Annie would have been shocked if anyone had tried to force on her the idea, that, in the unacknowledged warfare which enwrapped Ishmael, Tonkin was on her side as against the child; but even she was dimly aware that he and Boase, joint guardians as they were, stood in opposite camps. But it was towards her, the respectable widow-woman, the owner, but for Ishmael, of the biggest estate in all Penwith, that Tonkin's current of consideration flowed, whereas hers, after her religion, was perpetually set about Archelaus. He, the beautiful young man with the round red neck and the white arms and the strong six feet of height, whom she had made and given to the world, to him she would have given the world and all the heavens had it been in her power. And, as things were, she could not even give him Cloom Manor and its fruitful acres. Of this impotency Archelaus was even more aware than usual as he sat beside her and glowered down the table at his little brother.
Ishmael was still showing off, though less noisily, for he was feeling very tired and sleepy; the unaccustomed cider and the heavy meal of roast mutton, in a house where there was rarely any meat except occasional rashers, were proving too potent for him. The room was intensely hot, the prevailing notion of comfort being to shut every window at night, and a large fire, before which the side of mutton had been gravely twirling for hours, was only now beginning to subside. The candles guttered and grew soft in the warmth, beads of moisture stood out on the faces of the company, and the smell of incompletely-washed bodies reminded the Parson of hot afternoons with his Sunday school.
Phoebe found Ishmael dull since his volubility had begun to desert him, and turning a disdainful shoulder, she tried to draw Jacka's John-w.i.l.l.y into conversation--a difficult matter, since, though he had been placed there instead of in the barn for Phoebe's benefit, he felt the watchful eye of his mother, who was waiting at table, too frequently upon him for his comfort.
Katie Jacka, her colour more set than it had been when she witnessed that marriage eight years ago, was as emotional as ever, her facile feelings only restrained at all by her husband's rigid taciturnity, even as her high bosom was kept up by the stiffest of ”temberan busks”--a piece of wood which, like all self-respecting Cornishwomen, she wore thrust inside the front of her stays.

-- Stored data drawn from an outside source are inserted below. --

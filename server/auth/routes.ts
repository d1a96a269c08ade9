/** /api/auth/* and /api/me: parse, call the use case, respond. */
import { Router } from 'express';
import { rateLimit } from 'express-rate-limit';
import { RefreshRequest, SignInRequest, SignOutRequest } from '../../shared/api/auth';
import type { Config } from '../config';
import { deps } from '../context';
import { AppError } from '../errors';
import { parseBody } from '../http/validate';
import { authOf, requireAuth } from './middleware';
import { loadUserView, refreshTokens, signIn, signOut } from './service';

const WINDOW_MS = 15 * 60 * 1000;

/** Failed sign-ins per 15 min per client IP (successful ones are not counted). */
function signInLimiter(config: Config) {
  return rateLimit({
    windowMs: WINDOW_MS,
    limit: config.SIGN_IN_RATE_LIMIT,
    standardHeaders: 'draft-8',
    legacyHeaders: false,
    skipSuccessfulRequests: true,
    handler: (_req, _res, next) => {
      next(new AppError(429, 'rate_limited', 'Too many sign-in attempts from this address; try again in 15 minutes'));
    },
  });
}

export function authRouter(config: Config): Router {
  const r = Router();

  r.post('/sign-in', signInLimiter(config), async (req, res) => {
    const input = parseBody(SignInRequest, req);
    const { config, dataSource } = deps(req);
    res.json(await signIn(dataSource, config, input));
  });

  r.post('/refresh', async (req, res) => {
    const { refreshToken } = parseBody(RefreshRequest, req);
    const { config, dataSource } = deps(req);
    res.json(await refreshTokens(dataSource, config, refreshToken));
  });

  r.post('/sign-out', requireAuth, async (req, res) => {
    const { refreshToken } = parseBody(SignOutRequest, req);
    await signOut(deps(req).dataSource, authOf(req).userId, refreshToken);
    res.status(204).end();
  });

  return r;
}

export function meRouter(): Router {
  const r = Router();
  r.get('/', requireAuth, async (req, res) => {
    const me = await loadUserView(deps(req).dataSource, authOf(req).userId);
    if (!me) throw new AppError(401, 'unauthorized', 'This account no longer exists or is disabled');
    res.json(me);
  });
  return r;
}
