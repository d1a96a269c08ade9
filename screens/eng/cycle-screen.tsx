/**
 * A round's cycle: the state points (measured and reconciled), the cycle on the T–s chart with
 * the saturation dome and each turbine section's isentropic end point (IAPWS-IF97 ps(p_out, s_in)),
 * the balances with their residuals, and the performance figures.
 */
import { useMemo, useState } from 'react';
import { StyleSheet, View, type LayoutChangeEvent } from 'react-native';
import { Card } from '@/components/card';
import { DataTable, type Column } from '@/components/data-table';
import { SeverityMark } from '@/components/severity-mark';
import { ThemedText } from '@/components/themed-text';
import { TsChart, type TsLine, type TsPoint } from '@/components/ts-chart';
import { markOfFinding } from '@/components/work-order-evidence';
import { space } from '@/constants/theme';
import { useRoundAnalysis } from '@/hooks/queries/analysis';
import { useSiteReference } from '@/hooks/queries/instruments';
import type { RoundAnalysisResponse } from '@/shared/api/analysis';
import type { BalanceRow, PerformanceFigure, StatePointResult } from '@/shared/cycle/types';
import { ps } from '@/shared/steam';

interface Section {
  id: string;
  label: string;
  inlet: string;
  outlets: string[];
}

/** Turbine sections of a stored cycle model (loosely read: the model is the unit's, as stored). */
export function turbineSections(model: unknown): Section[] {
  const eq = (model as { equipment?: unknown[] } | null)?.equipment;
  if (!Array.isArray(eq)) return [];
  return eq.flatMap((e) => {
    const x = e as { id?: string; kind?: string; label?: string; ports?: { inlet?: string; outlet?: string; extractions?: string[] } };
    if (x.kind !== 'turbine-section' || !x.id || !x.ports?.inlet || !x.ports.outlet) return [];
    return [{ id: x.id, label: x.label ?? x.id, inlet: x.ports.inlet, outlets: [...(x.ports.extractions ?? []), x.ports.outlet] }];
  });
}

/** The points and lines of the T–s chart: measured (m-), reconciled (r-) and isentropic ends (s-). */
export function tsFigure(statePoints: StatePointResult[], sections: Section[]): { points: TsPoint[]; lines: TsLine[] } {
  const points: TsPoint[] = [];
  const cycle = statePoints.filter((p) => p.circuit === 'cycle');
  for (const p of cycle) {
    if (p.measured.T !== null && p.measured.s !== null) points.push({ id: `m-${p.id}`, label: p.id, T: p.measured.T, s: p.measured.s, kind: 'measured' });
    if (p.reconciled.T !== null && p.reconciled.s !== null) points.push({ id: `r-${p.id}`, label: p.id, T: p.reconciled.T, s: p.reconciled.s, kind: 'reconciled' });
  }
  const byId = Object.fromEntries(cycle.map((p) => [p.id, p]));
  const lines: TsLine[] = [];
  for (const sec of sections) {
    const inl = byId[sec.inlet]?.reconciled;
    if (!inl || inl.s === null || inl.T === null) continue;
    for (const out of sec.outlets) {
      const o = byId[out]?.reconciled;
      if (!o || o.p === null) continue;
      try {
        const end = ps(o.p, inl.s);
        const id = `s-${sec.id}-${out}`;
        points.push({ id, label: `${out}s`, T: end.T, s: end.s, kind: 'isentropic' });
        lines.push({ from: `r-${sec.inlet}`, to: id, dashed: true });
        if (o.T !== null && o.s !== null) lines.push({ from: `r-${sec.inlet}`, to: `r-${out}` });
      } catch {
        // outside IF97: no isentropic end drawn for this outlet
      }
    }
  }
  return { points, lines };
}

/** toFixed without a "-0.00". */
const fixed = (x: number, d: number) => (Math.abs(x) < 0.5 * 10 ** -d ? (0).toFixed(d) : x.toFixed(d));

const f = (x: number | null, d: number, scale = 1, off = 0) => (x === null ? '—' : fixed(x * scale + off, d));

const pointColumns: Column<StatePointResult>[] = [
  { key: 'id', label: 'Point', flex: 2.4, render: (p) => <ThemedText variant="label"><ThemedText variant="label" bold>{p.id}</ThemedText>{` ${p.label}`}</ThemedText> },
  { key: 'pm', label: 'p read, bar', flex: 1, numeric: true, render: (p) => f(p.measured.p, 3, 1e-5) },
  { key: 'pr', label: 'p balanced, bar', flex: 1, numeric: true, render: (p) => f(p.reconciled.p, 3, 1e-5) },
  { key: 'Tm', label: 'T read, °C', flex: 1, numeric: true, render: (p) => f(p.measured.T, 1, 1, -273.15) },
  { key: 'Tr', label: 'T balanced, °C', flex: 1, numeric: true, render: (p) => f(p.reconciled.T, 1, 1, -273.15) },
  { key: 'h', label: 'h, kJ/kg', flex: 1, numeric: true, render: (p) => f(p.reconciled.h, 1, 1e-3) },
  { key: 's', label: 's, kJ/(kg·K)', flex: 1, numeric: true, render: (p) => f(p.reconciled.s, 4, 1e-3) },
  { key: 'x', label: 'x', flex: 0.7, numeric: true, render: (p) => f(p.reconciled.x, 3) },
  { key: 'm', label: 'ṁ, t/h', flex: 0.9, numeric: true, render: (p) => f(p.reconciled.m, 2, 3.6) },
];

function showBalance(r: BalanceRow, v: number | null): string {
  if (v === null) return '—';
  return r.unit === 'W' ? `${fixed(v / 1e3, 1)} kW` : r.unit === 'kg/s' ? `${fixed(v * 3.6, 3)} t/h` : `${fixed(v / 1e3, 2)} kJ/kg`;
}

function showFigure(p: PerformanceFigure, v: number | null): string {
  if (v === null) return '—';
  if (p.unit === '1') return `${(v * 100).toFixed(1)} %`;
  if (p.unit === 'K') return `${v.toFixed(2)} K`;
  if (p.unit === 'W') return `${(v / 1e6).toFixed(3)} MW`;
  return `${v.toFixed(0)} kJ/kWh`;
}

interface BalanceLine {
  key: string;
  equipment: string;
  row: BalanceRow;
}

const balanceColumns: Column<BalanceLine>[] = [
  { key: 'eq', label: 'Equipment', flex: 1.6, render: (b) => b.equipment },
  { key: 'what', label: 'Balance', flex: 1.8, render: (b) => b.row.label },
  { key: 'meas', label: 'Residual as read', flex: 1.2, numeric: true, render: (b) => showBalance(b.row, b.row.measured?.residual ?? null) },
  { key: 'sig', label: '±σ', flex: 1, numeric: true, render: (b) => showBalance(b.row, b.row.measuredSigma) },
  { key: 'rec', label: 'Residual balanced', flex: 1.2, numeric: true, render: (b) => showBalance(b.row, b.row.reconciled?.residual ?? null) },
];

const figureColumns: Column<PerformanceFigure>[] = [
  { key: 'label', label: 'Figure', flex: 2.5, render: (p) => p.label },
  { key: 'value', label: 'Balanced', flex: 1, numeric: true, render: (p) => showFigure(p, p.value) },
  { key: 'measured', label: 'As read', flex: 1, numeric: true, render: (p) => showFigure(p, p.measured) },
];

function Chart({ a, model }: { a: RoundAnalysisResponse; model: unknown }) {
  const [width, setWidth] = useState(0);
  const fig = useMemo(() => tsFigure(a.statePoints, turbineSections(model)), [a, model]);
  return (
    <View onLayout={(e: LayoutChangeEvent) => setWidth(Math.floor(e.nativeEvent.layout.width))}>
      {width > 0 ? <TsChart points={fig.points} lines={fig.lines} width={width} height={Math.min(520, Math.max(300, width * 0.7))} /> : null}
    </View>
  );
}

export function CycleScreen({ roundId }: { roundId: string }) {
  const q = useRoundAnalysis(roundId);
  const ref = useSiteReference();
  if (q.error) return <ThemedText tone="danger" testID="cycle-error">{q.error.message}</ThemedText>;
  if (!q.data) return <ThemedText muted>Loading…</ThemedText>;
  const a = q.data;
  const model = ref.data?.units.find((u) => u.id === a.unitId)?.model ?? null;
  const r = a.reconciliation;
  const balances: BalanceLine[] = a.balances.flatMap((b) => b.rows.map((row) => ({ key: `${b.equipmentId}-${row.id}`, equipment: b.label, row })));
  return (
    <View style={styles.stack} testID="cycle-page">
      <ThemedText variant="heading">Cycle of the round</ThemedText>
      <Card testID="cycle-summary">
        <ThemedText variant="label">{`Analysed ${new Date(a.analysedAt).toLocaleString()} · barometer ${(a.barometricPa / 100).toFixed(1)} mbar (${a.barometricSource === 'reading' ? 'read on the round' : 'from the site’s elevation'})`}</ThemedText>
        <ThemedText variant="label" bold testID="cycle-test">
          {r.ok && r.chiSquare !== null && r.critical !== null
            ? `${r.passed ? '✓ The readings agree with the balances' : '◆ The readings do not agree with the balances'}: χ² ${r.chiSquare.toFixed(1)} against ${r.critical.toFixed(1)} allowed (${r.dof} degrees of freedom).`
            : `The balances could not be closed${r.error ? `: ${r.error}` : '.'}`}
        </ThemedText>
        {r.suspects.length ? <ThemedText variant="label" tone="danger">{`◆ Suspect: ${r.suspects.join(', ')}`}</ThemedText> : null}
        {a.modelVersionMismatch ? <ThemedText variant="caption" muted>The phone recorded this round against an older model of the unit.</ThemedText> : null}
      </Card>
      {a.findings.length ? (
        <Card testID="cycle-findings">
          <ThemedText variant="label" bold>Findings</ThemedText>
          {a.findings.map((fd) => (
            <View key={fd.id} style={styles.finding}>
              <SeverityMark severity={markOfFinding(fd.severity)} />
              <ThemedText variant="label" style={styles.grow}>{fd.message}</ThemedText>
            </View>
          ))}
        </Card>
      ) : null}
      <Card>
        <ThemedText variant="label" bold>Temperature–entropy chart</ThemedText>
        <ThemedText variant="caption" muted>Rings: as read. Discs: balanced. Crosses: where each turbine section would end if it expanded without loss (dashed).</ThemedText>
        <Chart a={a} model={model} />
      </Card>
      <ThemedText variant="title">State points</ThemedText>
      <DataTable rows={a.statePoints} columns={pointColumns} rowKey={(p) => p.id} testID="cycle-points" rowTestID={(p) => `cycle-point-${p.id}`} />
      <ThemedText variant="title">Performance</ThemedText>
      <DataTable rows={a.performance} columns={figureColumns} rowKey={(p) => p.id} testID="cycle-figures" rowTestID={(p) => `cycle-figure-${p.id}`} />
      <ThemedText variant="title">Balances</ThemedText>
      <DataTable rows={balances} columns={balanceColumns} rowKey={(b) => b.key} testID="cycle-balances" />
    </View>
  );
}

const styles = StyleSheet.create({
  stack: { gap: space.lg },
  finding: { flexDirection: 'row', gap: space.sm, alignItems: 'flex-start' },
  grow: { flex: 1 },
});
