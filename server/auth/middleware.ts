/**
 * requireAuth: a valid `Authorization: Bearer <access token>` of a user who still exists and is
 * not disabled, or 401 `unauthorized`. The user row is read on every request (one primary-key
 * lookup), so disabling an account ends its access at once, not when its token expires; a
 * request that passes several routers' requireAuth reads it once.
 * requireSiteRole(...roles): the caller's membership of `:siteId`. Not a member → 404
 * `not_found` (a site you do not belong to does not exist for you); a member without one of
 * the roles → 403 `forbidden`. No roles listed = any member.
 */
import type { Request, RequestHandler } from 'express';
import { z } from 'zod';
import type { Role } from '../../shared/api/auth';
import { deps, type AuthContext, type SiteContext } from '../context';
import { MembershipEntity, UserEntity } from '../entities';
import { AppError } from '../errors';
import { verifyAccessToken } from './tokens';

const unauthorized = (message: string) => new AppError(401, 'unauthorized', message);

export const requireAuth: RequestHandler = async (req, res, next) => {
  if (req.auth) return next(); // already checked by an earlier router of this request
  const header = req.get('authorization');
  if (!header) throw unauthorized('Sign in first: no access token was sent');
  const m = /^Bearer\s+(\S+)\s*$/i.exec(header);
  if (!m) throw unauthorized('Authorization header must be "Bearer <access token>"');
  const claims = verifyAccessToken(m[1], deps(req).config.JWT_SECRET);
  if (!claims) {
    res.setHeader('WWW-Authenticate', 'Bearer error="invalid_token"');
    throw unauthorized('Access token is invalid or expired');
  }
  const user = await deps(req)
    .dataSource.getRepository(UserEntity)
    .findOne({ where: { id: claims.userId }, select: { id: true, disabled: true } });
  if (!user || user.disabled) {
    res.setHeader('WWW-Authenticate', 'Bearer error="invalid_token"');
    throw unauthorized('This account no longer exists or is disabled');
  }
  req.auth = claims;
  next();
};

export function authOf(req: Request): AuthContext {
  if (!req.auth) throw new Error('authOf() used on a route without requireAuth');
  return req.auth;
}

export function siteOf(req: Request): SiteContext {
  if (!req.site) throw new Error('siteOf() used on a route without requireSiteRole');
  return req.site;
}

const SiteId = z.uuid();
const siteNotFound = () => new AppError(404, 'not_found', 'Site not found');

export function requireSiteRole(...roles: Role[]): RequestHandler {
  return async (req, _res, next) => {
    const { userId } = authOf(req);
    const raw = req.params.siteId;
    const siteId = SiteId.safeParse(raw);
    if (!siteId.success) throw siteNotFound();
    const membership = await deps(req)
      .dataSource.getRepository(MembershipEntity)
      .findOne({ where: { userId, siteId: siteId.data } });
    if (!membership) throw siteNotFound();
    if (roles.length > 0 && !roles.includes(membership.role)) {
      throw new AppError(
        403,
        'forbidden',
        `This needs the role ${roles.join(' or ')} on this site; you are ${membership.role}`,
      );
    }
    req.site = { siteId: siteId.data, role: membership.role };
    next();
  };
}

Philip Jacka, who was now headman at the farm, presided at the labourer's supper in the big barn, whither everyone would presently repair, including Ishmael, if he were not too sleepy. The Parson divided his attention between him and Mr. Lenine, who was expanding to greater and greater geniality, always with that something veiled behind his eyes. He encouraged Ishmael, trying to draw him out when the Parson, seeing the child was, in nursery parlance, ”a bit above himself,” would have kept him quiet.